Search code examples
ccharbitwise-andinteger-promotionisspace

Why do a bitwise-and of a character with 0xff?


I am reading some code that implements a simple parser. A function named scan breaks up a line into tokens. scan has a static variable bp that is assigned the line to be tokenized. Following the assignment, the whitespace is skipped over. See below. What I don't understand is why the code does a bitwise-and of the character that bp points to with 0xff, i.e., what is the purpose of * bp & 0xff? How is this:

while (isspace(* bp & 0xff))
    ++ bp;

different from this:

while (isspace(* bp))
    ++ bp;

Here is the scan function:

static enum tokens scan (const char * buf)
                    /* return token = next input symbol */
{   static const char * bp;

    while (isspace(* bp & 0xff))
        ++ bp;

        ..
}

Solution

  • From the C Standard (7.4 Character handling <ctype.h>)

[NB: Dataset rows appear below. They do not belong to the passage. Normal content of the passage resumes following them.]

"""The package's folders are its layers: imports run one way and never in a loop.

Every module of ``pycore/tamis`` is read with :mod:`ast` (never imported) and
each import it makes, at the top or inside a function, is an edge; so is a
string naming a module of the package in full (``"tamis.exchange.ops:op_merge"``
in ``tamis.api.OPS``, ``"tamis.demo"`` in ``tamis.cli``), which is imported
later by :func:`importlib.import_module`. The test fails on any cycle and on
any edge from a layer to a layer above it (the table in DEVELOPERS.md).
"""

from __future__ import annotations

import ast
import re
from pathlib import Path

import pytest

PACKAGE_DIR = Path(__file__).resolve().parent.parent / "pycore" / "tamis"

#: The layers, lowest first; a module belongs to the first prefix it matches (longest prefixes listed
#: first within a layer). A module may import its own layer (without a loop) and the layers below.
LAYERS = (
    ("shared vocabulary", ("tamis.errors", "tamis.checks", "tamis.registry", "tamis")),
    ("lab", ("tamis.lab",)),
    ("criteria", ("tamis.criteria",)),
    ("project", ("tamis.project",)),
    ("exchange", ("tamis.exchange",)),
    ("boundary", ("tamis.api",)),
    ("demo", ("tamis.demo",)),
    ("command line", ("tamis.cli", "tamis.cli_text", "tamis.__main__")),
)

_DYNAMIC = re.compile(r"tamis(?:\.[a-z_]+)+(?::[a-z_]+)?")


def module_name(path: Path, root: Path = PACKAGE_DIR) -> str:
    parts = list(path.relative_to(root.parent).with_suffix("").parts)
    if parts[-1] == "__init__":
        parts.pop()
    return ".".join(parts)


def all_modules(root: Path = PACKAGE_DIR) -> dict[str, Path]:
    return {module_name(p, root): p for p in sorted(root.rglob("*.py"))}


def layer_of(module: str) -> int:
    for rank, (_, prefixes) in enumerate(LAYERS):
        for prefix in prefixes:
            if module == prefix or (prefix != "tamis" and module.startswith(prefix + ".")):
                return rank
    raise AssertionError(f"{module} is in no layer: add it to LAYERS here and to the table in DEVELOPERS.md")


def _docstrings(tree: ast.AST) -> set[int]:
    ids = set()
    for node in ast.walk(tree):
        if isinstance(node, (ast.Module, ast.ClassDef, ast.FunctionDef, ast.AsyncFunctionDef)) and node.body:
            first = node.body[0]
            if isinstance(first, ast.Expr) and isinstance(first.value, ast.Constant):
                ids.add(id(first.value))
    return ids


def imports_of(module: str, source: str, modules) -> set[str]:
    """The modules of the package that ``module`` (whose text is ``source``) imports."""
    is_package = module == "tamis" or any(m.startswith(module + ".") for m in modules)
    package = module if is_package else module.rpartition(".")[0]
    tree = ast.parse(source)
    docs = _docstrings(tree)
    out: set[str] = set()

    def add(name: str) -> None:
        while name and name not in modules:  # ``tamis.lab.curve.Curve`` -> ``tamis.lab.curve``
            name = name.rpartition(".")[0]
        if name:
            out.add(name)

    for node in ast.walk(tree):
        if isinstance(node, ast.Import):
            for alias in node.names:
                add(alias.name)
        elif isinstance(node, ast.ImportFrom):
            if node.level:
                base = package.split(".")
                base = base[:len(base) - (node.level - 1)]
                target = ".".join(base + ([node.module] if node.module else []))
            else:
                target = node.module or ""
            if not target.startswith("tamis"):
                continue
            add(target)
            for alias in node.names:  # ``from . import summaries``: the submodule
                if f"{target}.{alias.name}" in modules:
                    out.add(f"{target}.{alias.name}")
        elif isinstance(node, ast.Constant) and isinstance(node.value, str) and id(node) not in docs:
            if _DYNAMIC.fullmatch(node.value):
                add(node.value.split(":")[0])
    out.discard(module)
    return out


def import_graph(root: Path = PACKAGE_DIR) -> dict[str, set[str]]:
    modules = all_modules(root)
    return {m: imports_of(m, p.read_text(encoding="utf-8"), modules) for m, p in modules.items()}


def find_cycle(graph: dict[str, set[str]]) -> list[str] | None:
    """One import loop as ``[a, b, ..., a]``, or None."""
    state: dict[str, int] = {}  # 1 on the current path, 2 done
    stack: list[str] = []

    def visit(m: str):
        state[m] = 1
        stack.append(m)
        for n in sorted(graph.get(m, ())):
            if state.get(n) == 1:
                return stack[stack.index(n):] + [n]
            if n not in state:
                found = visit(n)
                if found:
                    return found
        stack.pop()
        state[m] = 2
        return None

    for m in sorted(graph):
        if m not in state:
            found = visit(m)
            if found:
                return found
    return None


def upward_imports(graph: dict[str, set[str]]) -> list[str]:
    return sorted(f"{a} ({LAYERS[layer_of(a)][0]}) imports {b} ({LAYERS[layer_of(b)][0]})"
                  for a, targets in graph.items() for b in targets if layer_of(b) > layer_of(a))


GRAPH = import_graph()


def test_every_module_is_in_a_layer():
    for m in GRAPH:
        layer_of(m)


def test_no_import_loop():
    assert find_cycle(GRAPH) is None, " -> ".join(find_cycle(GRAPH))


def test_no_import_runs_up_a_layer():
    assert upward_imports(GRAPH) == []


def test_the_graph_sees_function_level_and_named_imports():
    """The walk finds what it must: the ops the API names as strings, the commands
    of the CLI, and the layers' ordinary imports."""
    assert "tamis.exchange.ops" in GRAPH["tamis.api"]
    assert "tamis.project.evaluate" in GRAPH["tamis.api"]
    assert {"tamis.demo", "tamis.exchange.office", "tamis.cli_text"} <= GRAPH["tamis.cli"]
    assert "tamis.lab.reduction" in GRAPH["tamis.criteria.base"]
    assert "tamis.exchange.summaries" in GRAPH["tamis.exchange.office"]


def test_the_checks_find_a_planted_loop_and_an_upward_import(tmp_path):
    """The same functions on a small package written here: a loop through a
    function-level import, and a lab module importing the criteria."""
    pkg = tmp_path / "tamis"
    (pkg / "lab").mkdir(parents=True)
    (pkg / "criteria").mkdir()
    for f in ("__init__.py", "lab/__init__.py", "criteria/__init__.py"):
        (pkg / f).write_text("")
    (pkg / "lab" / "a.py").write_text("def f():\n    from ..criteria import b\n")
    (pkg / "criteria" / "b.py").write_text("from ..lab.a import f\n")
    graph = import_graph(pkg)
    assert find_cycle(graph) == ["tamis.criteria.b", "tamis.lab.a", "tamis.criteria.b"]
    assert upward_imports(graph) == ["tamis.lab.a (lab) imports tamis.criteria (criteria)",
                                     "tamis.lab.a (lab) imports tamis.criteria.b (criteria)"]


@pytest.mark.parametrize("module, layer", [("tamis", "shared vocabulary"), ("tamis.registry", "shared vocabulary"),
                                           ("tamis.lab.curve", "lab"), ("tamis.exchange.ops", "exchange"),
                                           ("tamis.cli_text", "command line")])
def test_layer_names(module, layer):
    assert LAYERS[layer_of(module)][0] == layer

    1 The header <ctype.h> declares several functions useful for classifying and mapping characters.198) In all cases the argument is an int, the value of which shall be representable as an unsigned char or shall equal the value of the macro EOF. If the argument has any other value, the behavior is undefined.

    In this call

    isspace(* bp)
    

    the argument expression *bp having the type char is converted to the type int due to the integer promotions.

    If the type char behaves as the type signed char and the value of the expression *bp is negative then the value of the promoted expression of the type int is also will be negative and can not be representable as a value of the type unsigned char.

    This results in undefined behavior.

    In this call

    isspace(* bp & 0xff)
    

    due to the bitwise operator & the result value of the expression * bp & 0xff of the type int can be represented as a value of the type unsigned char.

    So it is a trick used instead of writing a more clear code like

    isspace( ( unsigned char )*bp )
    

    The function isspace is usually implemented such a way that it uses its argument of the type int as an index in a table with 256 values (from 0 to 255). If the argument of the type int has a value that is greater than the maximum value 255 or a negative value (and is not equal to the value of the macro EOF) then the behavior of the function is undefined.